▶ _Data for the task_:

+ + + + + + +

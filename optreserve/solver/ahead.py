"""Incremental-price re-solves begun ahead, on the second core, while the solve's last
candidate is itself being solved and simulated (docs/formulation.md, section 12a).

After the last loosening of the nadir rows (solver/nadir_loop.py) the program of the next pass
is, in the usual case, the program of the answer. The re-solve of one grown event instance
does not depend on that pass's solution, only on its program: it can start at the same time.
Which instance will need it is known only from the answer (the instances the answer still
meets at their grown size need none), so the one the previous candidate met with the least
settled margin is guessed. When the guess is right, incremental_prices takes its result
instead of solving it again; when it is wrong or the pass is not the answer, the re-solve is
stopped and nothing of it is used. The values are those of the sequential path: the same
program, solved without a start in both (solver/incremental.py).
"""

from __future__ import annotations

from concurrent.futures import Future, ThreadPoolExecutor
from dataclasses import replace

import numpy as np

from optreserve.model.build import ModelInfo
from optreserve.model.horizon import Horizon


class _Stopper:
    """Stops the HiGHS run of one re-solve from another thread."""

    def __init__(self) -> None:
        self.highs = None
        self.stopped = False

    def attach(self, h) -> None:
        self.highs = h
        if self.stopped:
            h.cancelSolve()

    def stop(self) -> None:
        self.stopped = True
        if self.highs is not None:
            self.highs.cancelSolve()


def guess(info: ModelInfo, previous, priced: np.ndarray) -> int:
    """The priced instance the previous candidate (lp, info, out) met with the least settled
    margin: the one most likely to need a re-solve at the answer."""
    from optreserve.solver.readback import exact_points

    lp_p, info_p, out_p = previous
    dev = np.abs(exact_points(info_p, lp_p, out_p.x).deviation_hz)
    margin = np.where(np.isfinite(dev), info.F_model - dev, np.inf)[priced]
    return int(priced[int(np.argmin(margin))])


class Ahead:
    """The re-solves begun ahead during one solve (at most one at a time)."""

    def __init__(self, case, hz: Horizon, time_limit: float | None,
                 step_mw: float | None) -> None:
        self.case, self.hz, self.time_limit, self.step_mw = case, hz, time_limit, step_mw
        self.pool: ThreadPoolExecutor | None = None
        self.running: tuple | None = None  # (info, instance, future, stopper)

    def start(self, info: ModelInfo, previous) -> None:
        """Begin the re-solve of the instance guessed from the previous candidate
        (lp, info, out) for the program of info (the pass about to be solved)."""
        from optreserve.solver.incremental import optimal_cost, price_steps

        self.stop()
        hz = self.hz
        fixed = hz.dP_var < 0 if hz.dP_var is not None else np.ones(len(hz.dP), bool)
        priced = np.nonzero((hz.dP > 0) & fixed)[0]
        if hz.co_opt or len(priced) == 0:
            return
        m = guess(info, previous, priced)
        dP = hz.dP.copy()
        dP[m] += price_steps(hz.dP, self.step_mw)[m]
        grown = replace(hz, dP=dP)
        stopper = _Stopper()
        if self.pool is None:
            self.pool = ThreadPoolExecutor(max_workers=1, thread_name_prefix="optreserve-ahead")
        base = replace(info, x_hat=np.array(info.x_hat, float, copy=True))
        guide = info.guide

        def job():
            if stopper.stopped:
                return float("nan"), None, 0.0, base.flows
            return optimal_cost(self.case, grown, base, None, self.time_limit, guide,
                                on_highs=stopper.attach)

        self.running = (info, m, self.pool.submit(job), stopper)

    def for_answer(self, info: ModelInfo) -> dict[int, Future]:
        """{instance: re-solve} begun for the program of info (the answer's), else {}."""
        if self.running is not None and self.running[0] is info:
            return {self.running[1]: self.running[2]}
        return {}

    def stop(self) -> None:
        """Stop the running re-solve (if any) and wait for its thread."""
        if self.running is not None:
            _, _, fut, stopper = self.running
            if not fut.done():
                stopper.stop()
            try:
                fut.result()
            except Exception:  # a stopped or failed guess is simply not used
                pass
            self.running = None

    def close(self) -> None:
        self.stop()
        if self.pool is not None:
            self.pool.shutdown(wait=True)
            self.pool = None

+ + + + + + +

▶ _What is expected_:
Each record needs to be copied out again, letter for letter.

▶ _Exercise solution_:
filename optreserve/solver/ahead.py
"""Incremental-price re-solves begun ahead, on the second core, while the solve's last
candidate is itself being solved and simulated (docs/formulation.md, section 12a).

After the last loosening of the nadir rows (solver/nadir_loop.py) the program of the next pass
is, in the usual case, the program of the answer. The re-solve of one grown event instance
does not depend on that pass's solution, only on its program: it can start at the same time.
Which instance will need it is known only from the answer (the instances the answer still
meets at their grown size need none), so the one the previous candidate met with the least
settled margin is guessed. When the guess is right, incremental_prices takes its result
instead of solving it again; when it is wrong or the pass is not the answer, the re-solve is
stopped and nothing of it is used. The values are those of the sequential path: the same
program, solved without a start in both (solver/incremental.py).
"""

from __future__ import annotations

from concurrent.futures import Future, ThreadPoolExecutor
from dataclasses import replace

import numpy as np

from optreserve.model.build import ModelInfo
from optreserve.model.horizon import Horizon


class _Stopper:
    """Stops the HiGHS run of one re-solve from another thread."""

    def __init__(self) -> None:
        self.highs = None
        self.stopped = False

    def attach(self, h) -> None:
        self.highs = h
        if self.stopped:
            h.cancelSolve()

    def stop(self) -> None:
        self.stopped = True
        if self.highs is not None:
            self.highs.cancelSolve()


def guess(info: ModelInfo, previous, priced: np.ndarray) -> int:
    """The priced instance the previous candidate (lp, info, out) met with the least settled
    margin: the one most likely to need a re-solve at the answer."""
    from optreserve.solver.readback import exact_points

    lp_p, info_p, out_p = previous
    dev = np.abs(exact_points(info_p, lp_p, out_p.x).deviation_hz)
    margin = np.where(np.isfinite(dev), info.F_model - dev, np.inf)[priced]
    return int(priced[int(np.argmin(margin))])


class Ahead:
    """The re-solves begun ahead during one solve (at most one at a time)."""

    def __init__(self, case, hz: Horizon, time_limit: float | None,
                 step_mw: float | None) -> None:
        self.case, self.hz, self.time_limit, self.step_mw = case, hz, time_limit, step_mw
        self.pool: ThreadPoolExecutor | None = None
        self.running: tuple | None = None  # (info, instance, future, stopper)

    def start(self, info: ModelInfo, previous) -> None:
        """Begin the re-solve of the instance guessed from the previous candidate
        (lp, info, out) for the program of info (the pass about to be solved)."""
        from optreserve.solver.incremental import optimal_cost, price_steps

        self.stop()
        hz = self.hz
        fixed = hz.dP_var < 0 if hz.dP_var is not None else np.ones(len(hz.dP), bool)
        priced = np.nonzero((hz.dP > 0) & fixed)[0]
        if hz.co_opt or len(priced) == 0:
            return
        m = guess(info, previous, priced)
        dP = hz.dP.copy()
        dP[m] += price_steps(hz.dP, self.step_mw)[m]
        grown = replace(hz, dP=dP)
        stopper = _Stopper()
        if self.pool is None:
            self.pool = ThreadPoolExecutor(max_workers=1, thread_name_prefix="optreserve-ahead")
        base = replace(info, x_hat=np.array(info.x_hat, float, copy=True))
        guide = info.guide

        def job():
            if stopper.stopped:
                return float("nan"), None, 0.0, base.flows
            return optimal_cost(self.case, grown, base, None, self.time_limit, guide,
                                on_highs=stopper.attach)

        self.running = (info, m, self.pool.submit(job), stopper)

    def for_answer(self, info: ModelInfo) -> dict[int, Future]:
        """{instance: re-solve} begun for the program of info (the answer's), else {}."""
        if self.running is not None and self.running[0] is info:
            return {self.running[1]: self.running[2]}
        return {}

    def stop(self) -> None:
        """Stop the running re-solve (if any) and wait for its thread."""
        if self.running is not None:
            _, _, fut, stopper = self.running
            if not fut.done():
                stopper.stop()
            try:
                fut.result()
            except Exception:  # a stopped or failed guess is simply not used
                pass
            self.running = None

    def close(self) -> None:
        self.stop()
        if self.pool is not None:
            self.pool.shutdown(wait=True)
            self.pool = None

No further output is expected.